Stuart_Armstrong comments on Domesticating reduced impact AIs - Less Wrong
You are viewing a comment permalink. View the original post to see all comments and the full post content.
You are viewing a comment permalink. View the original post to see all comments and the full post content.
Comments (104)
Even invalidating a proof doesn't automatically mean the outcome is the opposite of the proof. The key question is whether there's a cognitive search process actively looking for a way to exploit the flaws in a cage. An FAI isn't looking for ways to stop being Friendly, quite the opposite. More to the point, it's not actively looking for a way to make its servers or any other accessed machinery disobey the previously modeled laws of physics in a way that modifies its preferences despite the proof system. Any time you have a system which sets that up as an instrumental goal you must've done the Wrong Thing from an FAI perspective. In other words, there's no super-clever being doing a cognitive search for a way to force an invalidating behavior - that's the key difference.
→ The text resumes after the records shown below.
/* repeat.h - the scatter from run to run, from runs that were repeated.
 *
 * A group is the readings of one sensor in one condition under equal weights. All are divided by
 * the as-found amplitude of their row, so that sensors can be pooled.
 */
#ifndef LOPSIDE_SOLVE_REPEAT_H
#define LOPSIDE_SOLVE_REPEAT_H

#include <complex.h>
#include <stddef.h>

/* The sheet's value (or the default) counts as this many degrees of freedom beside the repeats: two
 * sensors repeated once weigh as much as it. Our choice; without any repeat it is taken as known.
 */
#define REPEAT_PRIOR_DOF 4.0

struct repeat_pool {
    double squares;   /* sum of squared deviations from the group means */
    double explained; /* what the readings' own covariances contribute to it on average */
    double dof;       /* real degrees of freedom: 2 (m - 1) a group of m */
};

/* Adds a group of `count` vectors (SI) of covariance cov[i]; `scale` (SI, > 0) is the row's
 * as-found amplitude. A group of fewer than two adds nothing. */
void repeat_add(struct repeat_pool *pool, const double complex *vectors, const double (*cov)[3],
                size_t count, double scale);

/* Standard deviation per component as a fraction of the as-found amplitude, the sheet's `prior`
 * weighed in with REPEAT_PRIOR_DOF; *dof gets the degrees of freedom (INFINITY without repeats). */
double repeat_estimate(const struct repeat_pool *pool, double prior, double *dof);

#endif
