#include "solve/zones.h"

#include <math.h>

void zones_limits(int group, bool flexible, bool displacement, double limits[3])
{
    static const double velocity[2][2][3] = {{{2.3, 4.5, 7.1}, {3.5, 7.1, 11.0}}, /* mm/s rms */
                                             {{1.4, 2.8, 4.5}, {2.3, 4.5, 7.1}}};
    static const double length[2][2][3] = {{{29, 57, 90}, {45, 90, 140}}, /* um rms */
                                           {{22, 45, 71}, {37, 71, 113}}};
    for (int i = 0; i < 3; i++)
        limits[i] = displacement ? 1e-6 * length[group - 1][flexible][i]
                                 : 1e-3 * velocity[group - 1][flexible][i];
}

char zones_of(double rms, const double limits[3])
{
    if (isnan(rms))
        return '?';
    return rms <= limits[0] ? 'A' : rms <= limits[1] ? 'B' : rms <= limits[2] ? 'C' : 'D';
}
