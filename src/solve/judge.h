/* judge.h - a figure against its limits, and as text. */
#ifndef LOPSIDE_SOLVE_JUDGE_H
#define LOPSIDE_SOLVE_JUDGE_H

#include <stdbool.h>

#include "stream/job.h"

enum judge_verdict { ADVICE_OK, ADVICE_CAUTION, ADVICE_REFUSE };

struct judge_limits {
    bool off; /* the sheet says `none` */
    double caution, refuse;
};

/* The sheet's limits of a check over the defaults; a caution beyond the standing refusal takes the
 * refusal along, as in vet. */
struct judge_limits judge_limits_of(const struct job *job, const char *check, double caution,
                                    double refuse);

/* From a limit on it counts; *limit: the one that is crossed, else the caution's. */
enum judge_verdict judge_value(const struct judge_limits *limits, double value, double *limit);

/* A figure to so many digits, without an exponent. */
struct judge_figure {
    char text[32];
};
struct judge_figure judge_figure(double value, int digits);

#endif
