/* oppose.h - placed weights that work against each other. */
#ifndef LOPSIDE_SOLVE_OPPOSE_H
#define LOPSIDE_SOLVE_OPPOSE_H

#include <stdbool.h>

#include "solve/place.h"

/* Two equal weights further apart than that (degrees) together do less than one of them: 2
 * cos(120/2 deg) = 1. */
#define OPPOSE_APART_DEG 120.0

/* True where two items of the choice on that plane stand further apart than OPPOSE_APART_DEG. */
bool oppose_on(const struct place_choice *choice, size_t plane);

/* True where both choices have the same masses at the same places. */
bool oppose_same(const struct place_choice *a, const struct place_choice *b);

/* kg, all that the choice has on that plane, whatever its direction. */
double oppose_mass(const struct place_choice *choice, size_t plane);

#endif
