#include "solve/oppose.h"

#include <math.h>

#include "base/angle.h"

bool oppose_on(const struct place_choice *choice, size_t plane)
{
    for (size_t i = 0; i < choice->count; i++)
        for (size_t k = 0; k < i; k++) {
            const struct place_item *a = &choice->items[i], *b = &choice->items[k];
            if (a->plane == plane && b->plane == plane &&
                fabs(angle_wrap_180(a->angle_deg - b->angle_deg)) > OPPOSE_APART_DEG + 1e-9)
                return true;
        }
    return false;
}

bool oppose_same(const struct place_choice *a, const struct place_choice *b)
{
    if (a->count != b->count)
        return false;
    for (size_t i = 0; i < a->count; i++) {
        const struct place_item *x = &a->items[i], *y = &b->items[i];
        if (x->plane != y->plane || fabs(angle_wrap_180(x->angle_deg - y->angle_deg)) > 1e-6 ||
            fabs(x->mass - y->mass) > 1e-6 * x->mass)
            return false;
    }
    return true;
}

double oppose_mass(const struct place_choice *choice, size_t plane)
{
    double mass = 0;
    for (size_t i = 0; i < choice->count; i++)
        mass += choice->items[i].plane == plane ? choice->items[i].mass : 0;
    return mass;
}
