import { parseBody } from '$lib/api/parse';
import { endpoint } from '$lib/server/auth/guards';
import { createNight, createNightSchema } from '$lib/server/ingest/create-night';
import { listNights } from '$lib/server/ingest/list-nights';

export const GET = endpoint('signed-in', async ({ locals }) =>
  Response.json({ nights: await listNights(locals.actor) }),
);

export const POST = endpoint('signed-in', async ({ request, locals }) => {
  const { id } = await createNight(locals.actor, await parseBody(request, createNightSchema));
  return Response.json({ id, url: `/nights/${id}` }, { status: 201, headers: { location: `/api/v1/nights/${id}` } });
});
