static bool run_case(const struct river_case *river, bool is_smoke)
{
    struct full_flow_result truth = {0};
    const struct full_flow_case fine = {.section = &river->section,
                                        .slope_m_per_m = river->slope_m_per_m,
                                        .length_m = river->length_m,
                                        .cell_count =
                                            is_smoke ? river->truth_cell_count / 4 : river->truth_cell_count,
                                        .largest_m3s = river->flood.base_m3s + river->flood.rise_m3s,
                                        .duration_s = river->duration_s,
                                        .output_step_s = river->time_step_s,
                                        .inflow = flood_m3s,
                                        .inflow_parameters = &river->flood};
    bool is_well = full_flow_run(&fine, &truth);
    for (int is_full = river->is_for_storage_form ? 0 : 1; is_full < 2 && is_well; is_full++) {
        struct contest contest = {.river = river,
                                  .is_full = is_full == 1,
                                  .is_smoke = is_smoke,
                                  .truth_m3s = full_flow_discharge_at(&truth, 0)};
        is_well = contest_prepare(&contest) && run_contest(&contest);
        area_table_clear(&contest.table);
        flow_curve_clear(&contest.curve);
        free(contest.flow_m3s);
    }
    full_flow_result_clear(&truth);
    return is_well;
}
The problem is that it's a utility maximiser. If the ontology crises causes the FAI's goals to slide a bit in the wrong direction, it may end up optimising us out of existence (even if "happy humans with worthwhile and exciting lives" is still high in its preference ordering, it might not be at the top).
This is a uniform problem among all AIs. Avoiding it is very hard. That is why such a thing as the discipline of Friendly AI exists in the first place. You do, in fact, have to specify the preference ordering sufficiently well and keep it sufficiently stable.
Stepping down from maximization is also necessary just because actual maximization is undoable, but then that also has to be kept stable (satisficers may become maximizers, etc.) and if there's something above eudaimonia in its preference ordering it might not take very much 'work' to bring it into existence.